Much of the Rockaways, a narrow peninsula surrounded by Jamaica Bay on one side and the ocean on the other, has been without electricity since the storm hit. More than 166,000 people in New York, New Jersey and West Virginia remain without power, with New York suffering the most extensive outages.

According to a U.S. Department of Energy update Sunday, 132,965 customers in New York state had no electricity, and 102,885 of those outages were blamed on a powerful storm that dumped snow across New York City on Nov. 7. In New Jersey, about 27,000 people were without power. West Virginia reported 5,718 outages.

Amid the ongoing havoc, there were more signs of recovery as a new workweek began Monday. For the first time since the storm surge caused by Sandy sent saltwater pouring through the vital tunnels linking the five New York City boroughs to each other and to neighboring areas, the Gov. Hugh L. Carey Tunnel — formerly known as the Brooklyn-Battery Tunnel — reopened to limited rush-hour bus service Monday.

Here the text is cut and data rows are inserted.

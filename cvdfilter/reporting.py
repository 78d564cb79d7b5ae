"""Reports: every number of a scorecard, its figures, its models and everything needed to reproduce it.

:func:`report` scores the filters (:func:`cvdfilter.scorecard.score`), draws
the spectrum, chromaticity, gains, swatches and hues figures
(:mod:`cvdfilter.figures`) and assembles a :class:`Report` that writes

* a self-contained HTML file: figures embedded as inline SVG, styles inline, no
  scripts and no external requests (a Content-Security-Policy forbids any);
* or a Markdown file with the figures as SVG files beside it (in
  ``<name>_figures/``, with the full scorecard JSON).

Sections: the caveat; inputs and reproduction (filters with SHA-256
checksums, illuminant, observers, surface set, adaptation, grid, model
settings, the command line, tool and library versions); the scorecard
tables; the figures; the models and their references; the cautions.

A file filter's checksum is the SHA-256 of the file's bytes; a spec, an
example resampled from a file or an array filter also gets the SHA-256 of
its transmittance on the grid (little-endian float64), so any filter can be
checked against the report.

Public: :func:`report`, :class:`Report`, :class:`ReportFigure`, :data:`REFERENCES`,
:data:`SECTIONS`, :func:`environment`, :func:`transmittance_sha256`.
"""

from __future__ import annotations

import hashlib
import html
import json
import os
import pathlib
import re
import shlex
from collections.abc import Iterable
from dataclasses import dataclass, field

import numpy as np

from ._version import __version__
from .cautions import CAVEAT, EYE_CARE_CAUTION, ROAD_CAUTION
from .errors import InputError
from .tables import fixed as _fmt, markdown_cell as _md_cell, markdown_lines as _md_table, yes_no as _yes

__all__ = ["report", "Report", "ReportFigure", "REFERENCES", "SECTIONS", "environment", "transmittance_sha256",
           "REPORT_FIGURES"]

#: Section id -> heading, in order.
SECTIONS = {
    "caveat": "Caveat",
    "inputs": "Inputs and reproduction",
    "scorecard": "Scorecard",
    "figures": "Figures",
    "models": "Models and references",
    "cautions": "Cautions",
}

#: Figures a report draws, in order (``sweep`` only when the filters differ in a parameter).
REPORT_FIGURES = ("spectrum", "chromaticity", "gains", "population", "swatches", "sweep", "hues")

#: (what it is used for, reference)
REFERENCES = (
    ("Cone fundamentals (normal observers, by age and field size)",
     "CIE 170-1:2006 Fundamental chromaticity diagram with physiological axes, Part 1; Stockman, A. & "
     "Sharpe, L. T. (2000) Vision Research 40, 1711-1737"),
    ("Anomalous trichromats: pigment shifted on a log-wavenumber axis",
     "Stockman & Sharpe (2000) template shifts; CIE 170-1:2006 self-screening, lens and macular pigment"),
    ("Anomalous trichromats, alternative model; simulation for a normal viewer",
     "Machado, G. M., Oliveira, M. M. & Fernandes, L. A. F. (2009) IEEE TVCG 15(6), 1291-1298"),
    ("Dichromats: simulation for a normal viewer",
     "Brettel, H., Vienot, F. & Mollon, J. D. (1997) JOSA A 14(10), 2647-2655; Vienot, F., Brettel, H. & "
     "Mollon, J. D. (1999) Color Research & Application 24(4), 243-252"),
    ("Copunctal points and confusion lines",
     "Smith, V. C. & Pokorny, J. (1975) Vision Research 15, 161-171; Wyszecki, G. & Stiles, W. S. (1982) "
     "Color Science, 2nd ed., section 5.14"),
    ("MacLeod-Boynton chromaticity", "MacLeod, D. I. A. & Boynton, R. M. (1979) JOSA 69, 1183-1186, "
                                     "scaled as in CIE 170-1:2006"),
    ("Adaptation", "von Kries coefficient law (von Kries 1902)"),
    ("Discriminable pairs", "Vorobyev, M. & Osorio, D. (1998) Proc. R. Soc. B 265, 351-358 "
                            "(receptor-noise-limited model)"),
    ("Luminous transmittance, categories, signal-light quotients",
     "ISO 12312-1:2013 (its own tables govern); CIE 1931 2 deg V(lambda), CIE illuminant D65"),
    ("Colour rendition", "CIE 224:2017 / ANSI/IES TM-30-18 (Rf, Rg, local chroma shifts); CIE 13.3-1995 (Ra); "
                         "computed with colour-science"),
    ("Surface colours in the swatches", "Mallett, I. & Yuksel, C. (2019) Spectral primary decomposition for "
                                        "rendering with sRGB reflectance; IEC 61966-2-1 (sRGB)"),
    ("Figure palette", "Okabe, M. & Ito, K. (2008) Color Universal Design, https://jfly.uni-koeln.de/color/"),
    ("Reference data and colorimetry", "colour-science (Mansencal et al.), https://www.colour-science.org"),
)

_LIBRARIES = ("numpy", "scipy", "colour-science", "matplotlib", "scikit-image", "typer")


def environment() -> dict:
    """Tool, Python, library and platform versions."""
    import platform
    import sys
    from importlib.metadata import PackageNotFoundError, version

    libs = {}
    for name in _LIBRARIES:
        try:
            libs[name] = version(name)
        except PackageNotFoundError:  # pragma: no cover - all are dependencies
            libs[name] = "not installed"
    return {"tool": "cvdfilter", "version": __version__, "python": sys.version.split()[0],
            "libraries": libs, "platform": platform.platform()}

The tunnel — the nation’s longest under-river vehicular passage — began accepting bus traffic at 6 a.m. in one lane. It was to close again at 10 a.m. and then reopen between 3 p.m. and 7 p.m. for bus traffic.

During closed times, workers will continue trying to repair damage from the flooding. Officials say about 43 million gallons of water poured into each of the tunnel’s two tubes, damaging electrical, lighting, communications, surveillance and ventilation systems.

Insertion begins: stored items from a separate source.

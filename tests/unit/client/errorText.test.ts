// The client's one error-to-words function (src/i18n/errorText.ts): codes in the user's language and
// length unit, numbers written the US way in both languages, and a sensible sentence for a code this
// version does not know. Inch figures to 1/16 in as shared/units.ts writes them; 1 in = 25.4 mm
// exactly (NIST SP 811, appendix B).
import { afterEach, beforeAll, describe, expect, it } from 'vitest'
import { errorText, fieldErrorsFromZod, fieldTexts, problemText, setErrorLengthUnit } from '@/i18n/errorText'
import { i18n, loadMessages } from '@/i18n'
import esErrors from '@/i18n/es/errors'
import { binRangeSchema } from '@shared/schemas/warehouses'

const speak = (locale: 'en' | 'es') => {
  i18n.global.locale.value = locale
}

beforeAll(async () => {
  // Every message of both languages, loaded before the first check: a key asked for before its chunk has
  // arrived would start a load that outlives the test file.
  await Promise.all([loadMessages('all', 'en'), loadMessages('all', 'es')])
  setErrorLengthUnit('mm')
})
afterEach(() => speak('en'))

describe('error words', () => {
  it('words a code with its values in Spanish', () => {
    speak('es')
    expect(problemText({ code: 'at_most', params: { max: 1_000_000 } })).toBe('Como máximo 1,000,000')
    expect(problemText({ code: 'too_many_signins_device', params: { minutes: 15 } })).toBe(
      'Demasiados intentos fallidos desde este dispositivo. Inténtelo de nuevo en 15 minutos.',
    )
  })

  it('writes lengths in the user unit: inches with fractions, or millimetres', () => {
    // 98.425 mm = 3 7/8 in exactly (IRC 2021 R607.3's least standard thickness)
    const p = { code: 'standard_block_too_thin', params: { min: 98.425, unit: 'mm' } }
    expect(problemText(p, 'in')).toBe('A standard unit is at least 3 7/8″ thick (IRC R607.3); a thinner one is a thin unit')
    expect(problemText(p, 'mm')).toBe('A standard unit is at least 98.4 mm thick (IRC R607.3); a thinner one is a thin unit')
    speak('es')
    expect(problemText({ code: 'at_least', params: { min: 196.85, unit: 'mm' } }, 'in')).toBe('Como mínimo 7 3/4″')
  })

  it('counts days in words, singular and plural', () => {
    expect(problemText({ code: 'at_least', params: { min: 1, unit: 'days' } })).toBe('At least 1 day')
    speak('es')
    expect(problemText({ code: 'at_most', params: { max: 365, unit: 'days' } })).toBe('Como máximo 365 días')
  })

  it('writes a literal $ kept from the message syntax', () => {
    expect(problemText({ code: 'bin_pattern_anchors' })).toBe('Start with ^ and end with $ so the whole code must match')
  })

  it('joins lists in the language', () => {
    speak('es')
    expect(problemText({ code: 'bin_pattern_groups', params: { missing: ['bay', 'level'] } })).toBe('Nombre los grupos aisle, bay y level (falta: bay y level)')
  })

  it('falls back sensibly for a code it does not know', () => {
    const unknown = { status: 409, code: 'brand_new_situation', message: 'The crate is already sealed.' }
    expect(errorText(unknown)).toBe('The crate is already sealed.')
    speak('es')
    expect(errorText(unknown)).toBe(esErrors.fallback.conflict)
    expect(errorText({ status: 503, code: 'x', message: 'Down.' })).toBe(esErrors.fallback.server)
    expect(errorText({ status: 0, code: 'network' })).toBe(esErrors.network)
    expect(fieldTexts({ qty: { code: 'not-a-code' } })).toEqual({ qty: esErrors.fallback.field })
  })

  it('words a form check exactly as the server would, in the user unit', () => {
    speak('es')
    const r = binRangeSchema.safeParse({ aisleFrom: 'B', aisleTo: 'A', bayFrom: 1, bayTo: 3, levelFrom: 1, levelTo: 1 })
    expect(r.success).toBe(false)
    expect(fieldErrorsFromZod(r.error!)).toEqual({ aisleTo: 'No puede ir antes del primero' })
  })
})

“It was filled floor to ceiling for more than a mile with water and debris,” said the chairman of the city’s Metropolitan Transit Authority, Joseph Lhota. “No one has ever faced a challenge like this,” he said in describing the repair effort. There’s no timetable for the tunnel to be fully operational.

Limited train service between Manhattan and New Jersey also resumed early Monday, and New York Gov. Andrew Cuomo announced the resumption of more service on the Long Island Railroad, which links New York City to the suburbs of Long Island to the east. Ten of its 11 branches were to return to full weekday schedules early Monday.

In announcing McSwain’s death, police also released a detailed accounting of some of the rescues that took place at the height of the storm, as electrical transformers exploded and dumped live wires into fast-rising water that devastated several neighborhoods.

The water surge was so intense that it made even travel by boat nearly impossible as emergency crews tried to reach people who began clamoring for help after Sandy made landfall, officials said.

“Boats with and without powerful motors became useless and ineffective after some time due to the large debris, the strong current and depth of the water, and the small streets that were difficult to navigate,” said Sgt. Anthony Lisi of the Police Department’s Emergency Services Squad 5, which includes Staten Island.

“Additionally, live power lines were falling down into the water, making rescues extremely hazardous to first responders. So utilizing boats became extremely difficult to use due to the strong, rising currents of water and the live power lines sparking everywhere,” Lisi said.

On Staten Island alone, more than 1,100 water rescues took place during and immediately after Sandy. The borough suffered the most casualties of any in the city, losing 23 residents. Many rescue workers had to wade through waist-high water to reach people.

As conditions worsened, picking up everyone who needed to be ferried to safety became more difficult. Each time a rescue crew arrived to fetch someone who had called 911 for help, “another 10 families on the block who needed to be evacuated would ask for assistance as well,” Lisi said. “This happened throughout the night.”

Police vehicles became bogged down in water and mud. Roiling waters tossed one officer from a personal water craft he was using to reach victims, and some officers even roped themselves to trees to rescue a pregnant woman and child. Most of the more dramatic rescues took place on Staten Island, in neighborhoods that were ordered to evacuate before the storm. Most people, though, stayed.

“They … cited that the forecasters had been wrong so many times before, and there had been so many false alarms, that they felt the same was happening with Hurricane Sandy,” Lisi said.